After their second successive defeat, British media predicted that England would find it tough in the series.

india Updated: Apr 03, 2006 13:58 IST

After their second successive defeat in the one-dayers, British media predicted that it could be a long haul around India for the England team now.

Writing in The Sunday Times, Simon Wilde noted that England were treading water when it came to the one-day game and had much to do to match the likes of India.

"One-day cricket requires aggression and a lack of inhibition -- traits that are often understated in the English character," he wrote.

Citing examples, he said explosive hitting comes far more naturally to Australians or Pakistanis or Sri Lankans than it does to Englishmen.

"It is no surprise that Kevin Pietersen, England's most successful one-day batsman, learnt the game overseas.
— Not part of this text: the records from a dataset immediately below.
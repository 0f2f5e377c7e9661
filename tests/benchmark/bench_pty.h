/* SPDX-License-Identifier: MIT */
/* A program on a pseudo-terminal of 24 x 80 with nothing in between, for
 * measuring: bytes and the moment of the last one. */
#ifndef BENCHMARK_BENCH_PTY_H
#define BENCHMARK_BENCH_PTY_H

#include <stddef.h>

struct bench {
    int pid, master;
    double started; /* seconds */
};

/* What came until nothing came for a while, the program ended, or the mark
 * (unless NULL) had come. */
struct burst {
    size_t bytes;
    double last; /* seconds, when the last of them came; 0: none did */
};

double bench_now(void);

/* Starts argv (NULL at the end) in an environment of its own; ends the
 * benchmark when it cannot. */
struct bench bench_start(char *const *argv);
struct burst bench_read(struct bench *bench, int quiet_ms, const char *mark);
void bench_send(struct bench *bench, const char *bytes);
/* Ends the program, by force if it must. */
void bench_end(struct bench *bench);

/* The middle one of count values, which are sorted. */
double bench_median(double *values, int count);

#endif
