/* SPDX-License-Identifier: MIT */
/* Solves self-consistent atoms and nothing else, to have its instructions
 * counted:
 *
 *     atom_count FUNCTIONAL RELATIVITY CONFIGURATIONS.csv
 *     atom_count FUNCTIONAL RELATIVITY Z CONFIGURATION
 *
 * FUNCTIONAL lda, lsd or pbe, RELATIVITY none or dirac. Solves the neutral
 * atoms and singly charged cations of a list (columns z, symbol, charge,
 * configuration), each cation from its atom, or one atom; prints how many
 * ended in which state and the total energy of the last. */
#include <stdio.h>
#include <stdlib.h>
#include <string.h>

#include "atom/atom.h"
#include "base/file.h"
#include "base/text.h"

enum { STATES = ATOM_OUT_OF_REACH + 1 };

static bool solve(struct atom_solver *solver, int z, const char *text,
                  const struct atom_options *options, int count[STATES],
                  struct status *st)
{
    struct configuration configuration;
    if (!configuration_parse(text, &configuration, st) ||
        !atom_begin(solver, z, &configuration, options, st))
        return false;
    count[atom_solve(solver)]++;
    return true;
}

/* One row of the list; the heading and higher ions are passed over. */
static bool solve_row(struct atom_solver *solver, char *row,
                      struct atom_options *options, int count[STATES],
                      struct status *st)
{
    char *field[4] = {row};
    for (int i = 1; i < 4; i++) {
        char *comma = strchr(field[i - 1], ',');
        if (!comma)
            return true;
        *comma = '\0';
        field[i] = comma + 1;
    }
    char *end = strchr(field[3], ',');
    int z, charge;
    if (!end || !text_to_int(field[0], &z) || !text_to_int(field[2], &charge) ||
        charge > 1)
        return true;
    *end = '\0';
    options->warm = charge == 1;
    return solve(solver, z, field[3], options, count, st);
}

static bool solve_list(struct atom_solver *solver, const char *path,
                       struct atom_options *options, int count[STATES],
                       struct status *st)
{
    char *data = NULL;
    size_t size;
    if (!file_read(path, 1 << 20, &data, &size, st))
        return false;
    bool ok = true;
    for (char *row = data; ok && row && *row;) {
        char *next = strchr(row, '\n');
        if (next)
            *next++ = '\0';
        ok = solve_row(solver, row, options, count, st);
        row = next;
    }
    free(data);
    return ok;
}

static bool options_read(char **argv, struct atom_options *options)
{
    static const char *const functional[] = {"lda", "lsd", "pbe"};
    for (int i = 0; i < 3; i++)
        if (strcmp(argv[1], functional[i]) == 0) {
            options->functional = (enum atom_functional)i;
            options->relativity =
                strcmp(argv[2], "dirac") == 0 ? ATOM_DIRAC : ATOM_SCHROEDINGER;
            return true;
        }
    return false;
}

int main(int argc, char **argv)
{
    struct status st = status_ok();
    struct atom_options options = {.functional = ATOM_LDA};
    int count[STATES] = {0}, z = 0;
    if (argc < 4 || argc > 5 || !options_read(argv, &options) ||
        (argc == 5 && !text_to_int(argv[3], &z))) {
        fprintf(stderr, "usage: atom_count lda|lsd|pbe none|dirac "
                        "CONFIGURATIONS.csv | Z CONFIGURATION\n");
        return EXIT_FAILURE;
    }
    struct atom_solver *solver = atom_solver_new(&st);
    bool ok = solver &&
              (argc == 5 ? solve(solver, z, argv[4], &options, count, &st)
                         : solve_list(solver, argv[3], &options, count, &st));
    if (!ok)
        fprintf(stderr, "atom_count: %s\n", st.message);
    for (int i = 0; i < STATES; i++)
        if (count[i] > 0)
            printf("%4d %s\n", count[i], atom_state_text((enum atom_state)i));
    if (ok)
        printf("%.9f hartree\n", atom_energies(solver).total);
    atom_solver_free(solver);
    return ok && count[ATOM_CONVERGED] > 0 ? EXIT_SUCCESS : EXIT_FAILURE;
}
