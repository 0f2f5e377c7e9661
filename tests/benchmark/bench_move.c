/* SPDX-License-Identifier: MIT */
/* bench_move PROGRAM [ARGUMENT…]: bytes to the terminal and time per move of
 * the selection at 80 x 24, round and round six cells, and bytes while idle.
 * The first round is apart: it may set work going. */
#include <stdbool.h>
#include <stdio.h>
#include <stdlib.h>

#include "bench_pty.h"

enum { CELLS = 6, ROUNDS = 8, QUIET_MS = 50, SETTLE_MS = 300, BYTES_MAX = 200 };

struct moves {
    double bytes[CELLS * ROUNDS], ms[CELLS * ROUNDS], most;
    int count;
};

static void move(struct bench *b, struct moves *m, const char *key)
{
    double sent = bench_now();
    bench_send(b, key);
    struct burst burst = bench_read(b, QUIET_MS, NULL);
    m->bytes[m->count] = (double)burst.bytes;
    m->ms[m->count++] = burst.bytes ? 1e3 * (burst.last - sent) : 0;
    if ((double)burst.bytes > m->most)
        m->most = (double)burst.bytes;
}

static double print(const char *what, struct moves *m)
{
    double median = bench_median(m->bytes, m->count);
    printf("%s: %.0f bytes (median), %.0f (most), %.2f ms (median)\n", what,
           median, m->most, bench_median(m->ms, m->count));
    return median;
}

int main(int argc, char **argv)
{
    /* right, right, down, left, left, up in the keypad's cursor mode */
    static const char *const keys[CELLS] = {"\033OC", "\033OC", "\033OB",
                                            "\033OD", "\033OD", "\033OA"};
    static struct moves first;
    static struct moves again;
    if (argc < 2)
        return EXIT_FAILURE;
    struct bench b = bench_start(argv + 1);
    struct burst screen = bench_read(&b, SETTLE_MS, NULL);
    for (int round = 0; round < ROUNDS; round++)
        for (int i = 0; i < CELLS; i++)
            move(&b, round == 0 ? &first : &again, keys[i]);
    struct burst idle = bench_read(&b, 1000, NULL);
    bench_end(&b);
    printf("first screen: %zu bytes; idle: %zu bytes\n", screen.bytes,
           idle.bytes);
    print("a move to a new cell", &first);
    double median = print("a move (at most 200 bytes)", &again);
    bool fits = median > 0 && again.most <= BYTES_MAX && idle.bytes == 0;
    return fits ? EXIT_SUCCESS : EXIT_FAILURE;
}
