/* SPDX-License-Identifier: MIT */
/* bench_start BASE MARK PROGRAM [ARGUMENT…]: time from the start of a program
 * until its first screen has reached MARK, a text near its lower end, against
 * BASE, which only opens and closes curses; both by turns in one run, the
 * median of each. */
#include <stdio.h>
#include <stdlib.h>

#include "bench_pty.h"

enum { ROUNDS = 41, QUIET_MS = 60 };
static const double limit = 2;

static double one(char *const *argv, const char *mark)
{
    struct bench b = bench_start(argv);
    struct burst burst = bench_read(&b, QUIET_MS, mark);
    bench_end(&b);
    if (burst.bytes == 0) {
        fprintf(stderr, "%s showed nothing\n", argv[0]);
        exit(EXIT_FAILURE);
    }
    return burst.last - b.started;
}

int main(int argc, char **argv)
{
    if (argc < 4)
        return EXIT_FAILURE;
    char *base[] = {argv[1], NULL};
    double base_s[ROUNDS];
    double program_s[ROUNDS];
    one(base, NULL); /* into the cache */
    one(argv + 3, argv[2]);
    for (int i = 0; i < ROUNDS; i++) {
        base_s[i] = one(base, NULL);
        program_s[i] = one(argv + 3, argv[2]);
    }
    double base_ms = 1e3 * bench_median(base_s, ROUNDS);
    double program_ms = 1e3 * bench_median(program_s, ROUNDS);
    double ratio = program_ms / base_ms;
    printf("start to first screen: %.2f ms; opening and closing curses: "
           "%.2f ms; ratio %.2f (at most %.0f)\n",
           program_ms, base_ms, ratio, limit);
    return ratio <= limit ? EXIT_SUCCESS : EXIT_FAILURE;
}
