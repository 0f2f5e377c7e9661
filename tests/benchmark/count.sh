#!/bin/sh
# SPDX-License-Identifier: MIT
# count.sh LABEL LIMIT PROGRAM [ARGUMENT...]
# Counts the instructions of a whole process and prints them beside the limit,
# in millions; fails above it. Skipped (status 77) where valgrind is absent.
label=$1 limit=$2
shift 2
command -v valgrind >/dev/null || { echo "$label: no valgrind here"; exit 77; }
report=$(mktemp) || exit 1
trap 'rm -f "$report"' EXIT
valgrind --tool=callgrind --callgrind-out-file=/dev/null --log-file="$report" \
    "$@" >/dev/null || exit 1
sed -n 's/.*Collected : \([0-9]*\).*/\1/p' "$report" |
    awk -v label="$label" -v limit="$limit" '
        { count = $1 / 1e6
          printf "%s: %.2f million instructions (limit %g)\n", label, count, limit }
        END { exit NR == 1 && count <= limit ? 0 : 1 }'
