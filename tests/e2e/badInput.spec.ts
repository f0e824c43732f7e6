import { DEMO_PASSWORD } from '@/db/seeds/demoPeople';

import { BenchPage } from './BenchPage';
import { expect, test } from './fixtures';
import { readRun } from './readRun';
import { addRestMachine } from './restMachine';
import { passDoor, signIn } from './signIn';

const TREE = 'Dormant three-rail supply: first power';
const linear = { answers: { 'Which kind of regulator': 'No, it is linear' } };

test.describe('what goes wrong at the bench is said where it was made, and the run is as it was', () => {
  test.setTimeout(120_000);

  test('readings that are no number, of another quantity, or could mean two things', async ({ stack, openDevice }) => {
    const page = await openDevice();
    await page.clock.install();
    const machine = await addRestMachine(stack.ownerUrl, 'T-0001');
    await signIn(page, 'restorer');
    const bench = new BenchPage(page);
    await bench.start(machine, TREE);
    await bench.playUntil((seen) => seen.title === 'Prove dead' && seen.entry !== null);
    const record = page.getByRole('button', { name: /^Record/ });
    await bench.allSaved();
    const before = await bench.look();
    const held = await readRun(stack.ownerUrl, bench.run);

    await bench.type('five');
    await expect(page.getByRole('alert')).toHaveText(/“five” is not a number.*4\.97, 470m or 4k7/);
    await expect(record).toBeDisabled();
    await bench.type('47 ohm');
    await expect(page.getByRole('alert')).toHaveText(/That is ohms; this step reads volts/);
    await expect(record).toBeDisabled();
    await bench.type('1,234');
    await expect(page.getByRole('alert')).toHaveText(/Do you mean 1\.234 or 1234\?/);
    await expect(record).toBeDisabled();
    await page.getByRole('button', { name: '1.234 V' }).click();
    await expect(page.getByRole('alert')).toBeHidden();
    await expect(page.getByRole('button', { name: 'Record 1.234 V' })).toBeEnabled();

    await bench.type('');
    expect((await bench.look()).text).toBe(before.text);
    await bench.allSaved();
    expect(await readRun(stack.ownerUrl, bench.run)).toEqual(held);
  });

  test('an answer in a tab that the run has left behind', async ({ stack, openDevice }) => {
    const first = await openDevice();
    const machine = await addRestMachine(stack.ownerUrl, 'T-0002');
    await signIn(first, 'restorer');
    const bench = new BenchPage(first);
    await bench.start(machine, TREE);
    await bench.playUntil((seen) => seen.title === 'Papers and the owner’s limits');
    await bench.allSaved();

    const second = await first.context().newPage();
    await second.goto(new URL(first.url()).pathname);
    const other = new BenchPage(second);
    await expect(second.getByRole('heading', { level: 1, name: 'Papers and the owner’s limits' })).toBeVisible();
    await other.move(await other.look());
    await other.allSaved();
    const held = await readRun(stack.ownerUrl, bench.run);

    await bench.answer('No, or it is not clear');
    await expect(first.getByText('An answer was not taken')).toBeVisible();
    await expect(first.getByText(/make it safe first/)).toBeVisible();
    await expect(first.getByRole('heading', { level: 1, name: 'Make safe: take every source out' })).toBeVisible();
    await bench.allSaved();
    const after = await readRun(stack.ownerUrl, bench.run);
    expect(after.entries.slice(0, held.entries.length)).toEqual(held.entries);
    expect(after.entries.slice(held.entries.length).map((e) => e.kind)).not.toContain('answer');
  });

  test('a countersign by the restorer of the run', async ({ stack, openDevice }) => {
    const page = await openDevice();
    await signIn(page, 'restorer');
    const waiting = page.getByRole('link', { name: /^Go on with Ostrel 16, serial 16\/2093/ });
    const run = (await waiting.getAttribute('href'))?.split('/').at(-1) ?? '';
    const before = await readRun(stack.ownerUrl, run);
    const answer = await page.evaluate(
      async ({ path, body }) => {
        const sent = await fetch(path, { method: 'POST', headers: { 'content-type': 'application/json' }, body: JSON.stringify(body) });
        return { status: sent.status, text: await sent.text() };
      },
      { path: `/api/runs/${run}/holds`, body: { id: '01980000-0000-7000-8000-000000000001', seq: before.head.seq + 1, answer: 'given', password: DEMO_PASSWORD } },
    );
    expect(answer.status).toBe(403);
    expect(answer.text).toMatch(/[a-z ]{20,}/);
    expect(await readRun(stack.ownerUrl, run)).toEqual(before);
  });

  test('a session that runs out in mid-run', async ({ stack, openDevice }) => {
    const page = await openDevice();
    const machine = await addRestMachine(stack.ownerUrl, 'T-0003');
    await signIn(page, 'restorer');
    const bench = new BenchPage(page);
    await bench.start(machine, TREE);
    await bench.playUntil((seen) => seen.title === 'Papers and the owner’s limits');
    await bench.allSaved();
    await page.context().clearCookies();
    await bench.move(await bench.look());
    await expect(page.getByText('1 answer waits to be sent: sign in again')).toBeVisible();
    const left = await bench.look();
    await page.getByRole('link', { name: 'Sign in, and come back here' }).click();
    await expect(page.getByText(/Nothing that you entered is lost/)).toBeVisible();
    await passDoor(page, 'restorer');
    await expect(page.getByRole('heading', { level: 1, name: left.title })).toBeVisible();
    await bench.allSaved();
    expect((await readRun(stack.ownerUrl, bench.run)).entries.at(-1)?.body['title']).toBe('Papers and the owner’s limits');
  });

  test('a page that is loaded anew in mid-run comes back by way of proving dead', async ({ stack, openDevice }) => {
    const page = await openDevice();
    await page.clock.install();
    const machine = await addRestMachine(stack.ownerUrl, 'T-0004');
    await signIn(page, 'restorer');
    const bench = new BenchPage(page);
    await bench.start(machine, TREE);
    await bench.playUntil((seen) => seen.title === 'Look over the inside');
    await expect(page.getByRole('status', { name: 'Supply' })).toContainText('Proved dead');
    await page.reload();
    await expect(page.getByRole('heading', { level: 1, name: 'Make safe: take every source out' })).toBeVisible();
    await expect(page.getByRole('status', { name: 'Supply' })).toContainText('Not known, treat as live');
    await bench.playUntil((seen) => seen.title === 'Look over the inside');
    await expect(page.getByRole('status', { name: 'Supply' })).toContainText('Proved dead');
    await bench.allSaved();
    expect((await readRun(stack.ownerUrl, bench.run)).entries.map((e) => e.kind)).toContain('lapsed');
  });

  test('Stop from a live step leads to make-safe at once, with no network', async ({ stack, openDevice }) => {
    const page = await openDevice();
    await page.clock.install();
    const senior = await openDevice();
    const machine = await addRestMachine(stack.ownerUrl, 'T-0005');
    await signIn(page, 'restorer');
    const bench = new BenchPage(page, linear);
    await bench.start(machine, TREE);
    await bench.playUntil((seen) => seen.answers.some((b) => b.name === 'Look for the answer now'));
    await signIn(senior, 'senior');
    await bench.countersign(senior, DEMO_PASSWORD);
    await bench.playUntil((seen) => seen.title === 'Reservoir at its working volts' && seen.entry !== null);
    const band = page.getByRole('status', { name: 'Supply' });
    await expect(band).toContainText('Bench supply');

    await page.context().setOffline(true);
    await bench.stop();
    await expect(page.getByRole('heading', { level: 1, name: 'Make safe: take every source out' })).toBeVisible();
    await bench.playUntil((seen) => seen.title === 'Safe: every source out, proved dead');
    await expect(band).toContainText('Proved dead');
    await expect(page.getByText(/wait to be sent: no network/)).toBeVisible();
    await page.context().setOffline(false);
    await bench.allSaved();
    const kinds = (await readRun(stack.ownerUrl, bench.run)).entries.map((e) => e.kind);
    expect(kinds.indexOf('stopped')).toBeGreaterThan(kinds.indexOf('energised'));
  });
});
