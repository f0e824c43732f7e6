import { describe, expect, it } from 'vitest';

import { sourceFiles, topLevel } from './sourceFiles';

const lines = (text: string) => text.trimEnd().split('\n').length;

describe('the rooms of the project', () => {
  it('are the named folders and no others', () => {
    const named = ['app', 'flows', 'server', 'db', 'shared', 'fonts', 'tests', 'docs', 'public', '.ci'];
    expect(topLevel().folders.filter((folder) => !named.includes(folder))).toEqual([]);
  });

  it('hold no code file longer than 400 lines, and the middle one is under 130', () => {
    const code = sourceFiles(/\.(ts|tsx|mjs|cjs)$/).map(({ path, text }) => ({ path, lines: lines(text) }));
    expect(code.filter((file) => file.lines > 400)).toEqual([]);
    const sorted = code.map((file) => file.lines).sort((a, b) => a - b);
    expect(sorted[Math.floor(sorted.length / 2)]).toBeLessThan(130);
  });

  it('have no file that only passes on what others export', () => {
    const barrels = sourceFiles(/^(flows|server|db|shared|tests)\/.*\.tsx?$/).filter(
      ({ path, text }) => /(^|\/)index\.tsx?$/.test(path) || /^export \* from/m.test(text),
    );
    expect(barrels.map(({ path }) => path)).toEqual([]);
  });
});
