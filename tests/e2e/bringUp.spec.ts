import { DEMO_PASSWORD, demoPeople } from '@/db/seeds/demoPeople';
import { verifyChain } from '@/shared/record/chain';

import { BenchPage } from './BenchPage';
import { expect, phone, test } from './fixtures';
import type { Seen } from './readScreen';
import { readRun } from './readRun';
import { signIn } from './signIn';

const TREE = 'Dormant three-rail supply: first power';

const readings = {
  'Reservoir, series resistance': '470m',
  'Pass device, cold': '4k7',
  'Rails on the bench supply / +5 V': '4.97',
  'Rails on the lamp / +5 V': '4,97',
};

test.describe('a whole bring-up on a phone', () => {
  test.setTimeout(240_000);

  test('is led by a restorer, countersigned by a senior and accepted by a reviewer, across the death of the server', async ({ stack, openDevice }) => {
    const restorer = await openDevice({ viewport: phone });
    await restorer.clock.install();
    const senior = await openDevice({ viewport: phone });
    const reviewer = await openDevice({ viewport: phone });
    await signIn(restorer, 'restorer');
    await signIn(senior, 'senior');
    const bench = new BenchPage(restorer, { readings, answers: { 'Which kind of regulator': 'No, it is linear' } });
    await bench.start('Corvane 12, serial C12-0417', TREE);
    const { run } = bench;

    const atHold = (seen: Seen) => seen.answers.some((b) => b.name === 'Look for the answer now');
    const countersign = () => bench.countersign(senior, DEMO_PASSWORD);

    await test.step('up to the first hold point, with the server killed on the way', async () => {
      await bench.playUntil((seen) => seen.title === 'Every return measured' && seen.entry !== null);
      await bench.allSaved();
      await stack.killServer();
      await bench.move(await bench.look());
      await expect(restorer.getByText('1 answer waits to be sent: no network')).toBeVisible();
      await stack.startServer();
      await bench.allSaved();
      await bench.playUntil(atHold);
      await countersign();
    });
    await test.step('up to the hold point before the lamp', async () => {
      await bench.playUntil(atHold);
      await countersign();
    });
    await test.step('up to the hold point before full mains', async () => {
      await bench.playUntil(atHold);
      await countersign();
    });
    await test.step('to the end, closed and handed in', async () => {
      await bench.playUntil((seen) => seen.title === 'Supply proven');
      await restorer.getByRole('button', { name: 'Close the record' }).click();
      await restorer.getByRole('button', { name: 'Submit for review' }).click();
      await expect(restorer.getByText('Submitted for review.')).toBeVisible();
    });
    await test.step('read, accepted and released', async () => {
      await signIn(reviewer, 'reviewer', '/records');
      await reviewer.getByRole('link', { name: /^Corvane 12 C12-0417, .*under review$/ }).click();
      await expect(reviewer.getByText('Chain whole')).toBeVisible();
      await reviewer.getByRole('button', { name: 'Accept and sign' }).click();
      const dialog = reviewer.getByRole('dialog', { name: 'Accept and sign' });
      await dialog.getByRole('checkbox', { name: /^Release/ }).click();
      await dialog.getByRole('textbox', { name: 'Your password' }).fill(DEMO_PASSWORD);
      await dialog.getByRole('button', { name: 'Accept and sign' }).click();
      await expect(dialog).toBeHidden();
    });

    const held = await readRun(stack.ownerUrl, run);
    const { entries } = held;
    await test.step('the database holds every entry in its place, and the chain is whole', () => {
      expect(held).toMatchObject({ state: 'accepted', ended: 'supply-proven' });
      expect(entries.map((e) => e.seq)).toEqual(entries.map((_, i) => i + 1));
      expect(verifyChain(entries, { head: held.head.hash, count: held.head.seq })).toMatchObject({ ok: true, count: entries.length });
      expect(entries.map((e) => e.receivedAt)).toEqual(entries.map((e) => e.receivedAt).sort());
      expect(entries[0]?.kind).toBe('opened');
      expect(entries.slice(-4).map((e) => e.kind)).toEqual(['closed', 'submitted', 'accepted', 'released']);
      // the way that the tree leads, step by step, with its warnings and every time that power went in and came out
      expect(entries.filter((e) => e.kind === 'energised').map((e) => e.body['step'])).toEqual(['form', 'trip-feed', 'bench-low', 'bench-raise', 'bench-load-up', 'lamp', 'mains']);
      expect(entries.filter((e) => e.kind === 'lapsed')).toEqual([]);
      expect(entries.at(-5)?.body).toMatchObject({ band: 'proved-dead' });
    });
    await test.step('what was typed is kept as typed and as SI', () => {
      const typed = entries.flatMap((e) => (e.kind === 'reading' ? [e.body['event'] as { typed: string; value: number }] : []));
      expect(typed.length).toBeGreaterThan(100);
      const valueOf = (text: string) => typed.find((r) => r.typed === text)?.value;
      expect([valueOf('4.97'), valueOf('4,97'), valueOf('470m'), valueOf('4k7')]).toEqual([4.97, 4.97, 0.47, 4700]);
      expect(entries.filter((e) => e.kind === 'reading' && e.body['step'] === 'returns')).toHaveLength(4);
    });
    await test.step('each act stands under the name of the one who did it', () => {
      const signed = (kind: string) => entries.filter((e) => e.kind === kind).map((e) => e.actor);
      const { restorer: who, senior: other, reviewer: third } = demoPeople;
      expect(signed('hold-asked')).toEqual([who.id, who.id, who.id]);
      expect(signed('hold-given')).toEqual([other.id, other.id, other.id]);
      expect(signed('accepted')).toEqual([third.id]);
      expect(signed('released')).toEqual([third.id]);
      const others = ['hold-given', 'accepted', 'released'];
      expect(entries.filter((e) => !others.includes(e.kind) && e.actor !== who.id)).toEqual([]);
      expect(held.releases).toEqual([{ givenBy: third.id, void: false }]);
      expect(held.machine.openReleases).toBe(1);
    });
  });
});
If Michael Vaughan or Ian Bell had a bit more KP in them, they might be much better one day players," Wilde wrote.

The Observer said: "There is nothing so dispiriting as losing a match that you should have won, which was the case in the first game in Delhi, or that you could have won, which was the case in the second one in Faridabad."

According to the newspaper, so far there have been almost 200 overs of cricket in this one-day series and England have been in control for about 140 of them.

However, it said England did not deserve brickbats because they were missing key players.

"An inexperienced team are straining every sinew in alien conditions; sometimes their inexperience is exposed. Too much depends on the key men, Flintoff and Kevin Pietersen. And the team are not quite sure how to win.

"So England do not deserve many brickbats for their efforts so far, but it is debatable whether they are making the most of their resources."

The newspaper was critical of England playing two wicketkeepers and questioned the wisdom of asking keeper-batsman Matt Prior to open the innings.

It said in Faridabad another spinner - Gareth Batty - would have given Flintoff's side a better chance of victory.

"At Faridabad England were either being obstinate or they misread the pitch," the newspaper said.